+++ Data +++
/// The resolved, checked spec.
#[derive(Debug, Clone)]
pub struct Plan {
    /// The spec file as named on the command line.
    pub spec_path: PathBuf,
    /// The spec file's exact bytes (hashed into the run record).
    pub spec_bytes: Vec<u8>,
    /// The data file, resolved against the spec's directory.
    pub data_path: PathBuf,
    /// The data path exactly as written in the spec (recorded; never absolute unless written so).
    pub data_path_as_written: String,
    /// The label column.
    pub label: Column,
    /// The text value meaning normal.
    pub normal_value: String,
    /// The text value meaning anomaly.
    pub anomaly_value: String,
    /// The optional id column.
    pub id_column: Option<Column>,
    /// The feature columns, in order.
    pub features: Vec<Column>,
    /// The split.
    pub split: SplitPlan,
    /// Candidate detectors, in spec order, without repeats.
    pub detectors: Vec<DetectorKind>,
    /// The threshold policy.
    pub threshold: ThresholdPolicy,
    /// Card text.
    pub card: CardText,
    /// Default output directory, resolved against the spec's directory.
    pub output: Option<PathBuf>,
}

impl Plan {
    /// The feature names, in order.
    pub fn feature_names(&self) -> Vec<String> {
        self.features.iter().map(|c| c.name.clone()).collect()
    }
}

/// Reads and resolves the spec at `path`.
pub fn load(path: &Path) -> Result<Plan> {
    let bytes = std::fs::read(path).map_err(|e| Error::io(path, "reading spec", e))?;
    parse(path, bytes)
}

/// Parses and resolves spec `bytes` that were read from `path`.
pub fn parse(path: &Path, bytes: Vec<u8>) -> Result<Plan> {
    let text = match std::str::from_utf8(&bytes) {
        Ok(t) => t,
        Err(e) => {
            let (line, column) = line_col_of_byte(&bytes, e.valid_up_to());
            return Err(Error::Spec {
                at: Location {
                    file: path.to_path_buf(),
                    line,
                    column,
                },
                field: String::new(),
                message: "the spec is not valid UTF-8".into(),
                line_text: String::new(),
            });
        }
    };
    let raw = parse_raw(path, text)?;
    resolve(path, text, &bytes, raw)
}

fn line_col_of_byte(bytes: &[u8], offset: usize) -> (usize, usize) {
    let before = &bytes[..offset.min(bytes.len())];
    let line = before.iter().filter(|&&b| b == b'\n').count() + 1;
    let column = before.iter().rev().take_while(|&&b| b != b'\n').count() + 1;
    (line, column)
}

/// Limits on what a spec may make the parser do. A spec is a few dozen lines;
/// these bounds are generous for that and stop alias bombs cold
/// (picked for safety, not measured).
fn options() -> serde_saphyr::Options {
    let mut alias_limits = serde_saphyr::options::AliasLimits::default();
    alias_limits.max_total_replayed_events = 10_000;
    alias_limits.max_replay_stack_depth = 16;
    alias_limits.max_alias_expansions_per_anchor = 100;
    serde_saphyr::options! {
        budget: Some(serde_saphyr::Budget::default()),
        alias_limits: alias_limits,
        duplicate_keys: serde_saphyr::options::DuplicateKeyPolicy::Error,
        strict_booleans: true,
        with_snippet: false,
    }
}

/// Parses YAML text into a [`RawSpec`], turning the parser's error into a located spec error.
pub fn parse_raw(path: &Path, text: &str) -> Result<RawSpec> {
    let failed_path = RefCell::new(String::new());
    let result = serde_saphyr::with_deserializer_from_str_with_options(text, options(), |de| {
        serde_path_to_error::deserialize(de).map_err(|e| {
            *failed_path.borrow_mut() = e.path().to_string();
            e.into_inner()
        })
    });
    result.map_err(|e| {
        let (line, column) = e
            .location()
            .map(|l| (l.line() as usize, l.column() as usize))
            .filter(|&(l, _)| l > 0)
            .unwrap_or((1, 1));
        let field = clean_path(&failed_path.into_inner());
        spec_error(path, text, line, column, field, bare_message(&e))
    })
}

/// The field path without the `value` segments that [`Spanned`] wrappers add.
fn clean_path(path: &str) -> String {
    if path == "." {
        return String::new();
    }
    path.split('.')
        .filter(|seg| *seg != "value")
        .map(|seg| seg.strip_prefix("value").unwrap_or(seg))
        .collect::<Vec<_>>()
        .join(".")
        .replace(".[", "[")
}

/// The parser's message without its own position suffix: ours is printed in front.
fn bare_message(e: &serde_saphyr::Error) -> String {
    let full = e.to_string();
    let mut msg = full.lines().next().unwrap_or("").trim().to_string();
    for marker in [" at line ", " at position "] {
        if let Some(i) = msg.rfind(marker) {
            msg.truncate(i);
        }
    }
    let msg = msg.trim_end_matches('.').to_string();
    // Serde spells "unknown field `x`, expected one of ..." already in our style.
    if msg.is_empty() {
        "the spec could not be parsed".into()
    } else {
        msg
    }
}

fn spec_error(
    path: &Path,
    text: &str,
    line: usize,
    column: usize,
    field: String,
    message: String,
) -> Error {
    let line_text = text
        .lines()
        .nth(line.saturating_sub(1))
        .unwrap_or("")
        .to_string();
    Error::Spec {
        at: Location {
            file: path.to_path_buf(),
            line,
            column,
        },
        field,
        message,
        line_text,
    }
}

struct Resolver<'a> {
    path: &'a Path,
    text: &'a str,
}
+++
+++ Data +++
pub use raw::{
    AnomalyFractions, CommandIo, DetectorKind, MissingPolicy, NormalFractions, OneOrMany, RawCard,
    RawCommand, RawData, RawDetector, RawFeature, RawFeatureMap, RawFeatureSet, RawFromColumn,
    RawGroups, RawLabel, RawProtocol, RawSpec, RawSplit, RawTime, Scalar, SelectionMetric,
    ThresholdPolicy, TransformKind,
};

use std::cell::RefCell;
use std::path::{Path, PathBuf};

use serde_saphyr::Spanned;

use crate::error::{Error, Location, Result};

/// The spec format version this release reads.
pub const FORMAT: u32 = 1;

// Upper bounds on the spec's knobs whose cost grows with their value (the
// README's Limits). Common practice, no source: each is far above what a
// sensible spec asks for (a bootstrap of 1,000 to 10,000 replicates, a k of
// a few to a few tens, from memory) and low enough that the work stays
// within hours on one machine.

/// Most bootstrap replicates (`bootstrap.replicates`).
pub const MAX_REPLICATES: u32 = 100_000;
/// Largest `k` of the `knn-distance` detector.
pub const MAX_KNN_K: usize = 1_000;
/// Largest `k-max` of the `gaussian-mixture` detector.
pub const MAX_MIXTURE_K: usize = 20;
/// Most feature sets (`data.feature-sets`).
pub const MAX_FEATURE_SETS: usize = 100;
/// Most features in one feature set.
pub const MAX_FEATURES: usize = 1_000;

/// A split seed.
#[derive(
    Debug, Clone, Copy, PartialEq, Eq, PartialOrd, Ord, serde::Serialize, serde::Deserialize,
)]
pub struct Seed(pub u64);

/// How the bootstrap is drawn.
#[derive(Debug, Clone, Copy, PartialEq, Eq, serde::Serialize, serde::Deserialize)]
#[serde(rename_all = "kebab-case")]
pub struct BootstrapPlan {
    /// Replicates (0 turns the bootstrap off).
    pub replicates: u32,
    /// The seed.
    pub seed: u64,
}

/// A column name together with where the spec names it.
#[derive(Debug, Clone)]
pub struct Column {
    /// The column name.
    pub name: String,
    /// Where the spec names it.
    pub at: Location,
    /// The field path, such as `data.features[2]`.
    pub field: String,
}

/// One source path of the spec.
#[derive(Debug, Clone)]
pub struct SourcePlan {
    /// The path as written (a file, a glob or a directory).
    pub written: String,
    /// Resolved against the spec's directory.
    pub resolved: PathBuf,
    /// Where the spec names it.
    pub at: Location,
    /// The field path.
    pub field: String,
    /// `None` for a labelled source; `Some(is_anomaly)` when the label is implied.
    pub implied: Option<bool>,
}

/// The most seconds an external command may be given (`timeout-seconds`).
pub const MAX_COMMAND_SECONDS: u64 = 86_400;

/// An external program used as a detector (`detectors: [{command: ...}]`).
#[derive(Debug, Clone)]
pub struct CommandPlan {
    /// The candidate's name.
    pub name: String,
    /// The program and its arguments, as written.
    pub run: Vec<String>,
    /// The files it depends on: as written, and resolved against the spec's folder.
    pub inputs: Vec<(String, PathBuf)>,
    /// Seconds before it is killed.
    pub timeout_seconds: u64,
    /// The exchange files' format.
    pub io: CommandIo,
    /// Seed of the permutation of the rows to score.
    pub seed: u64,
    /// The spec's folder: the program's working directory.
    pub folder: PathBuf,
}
+++
### About this task
Among the entries, how many lines include the word "program"? Give only the number.

### Exercise output
3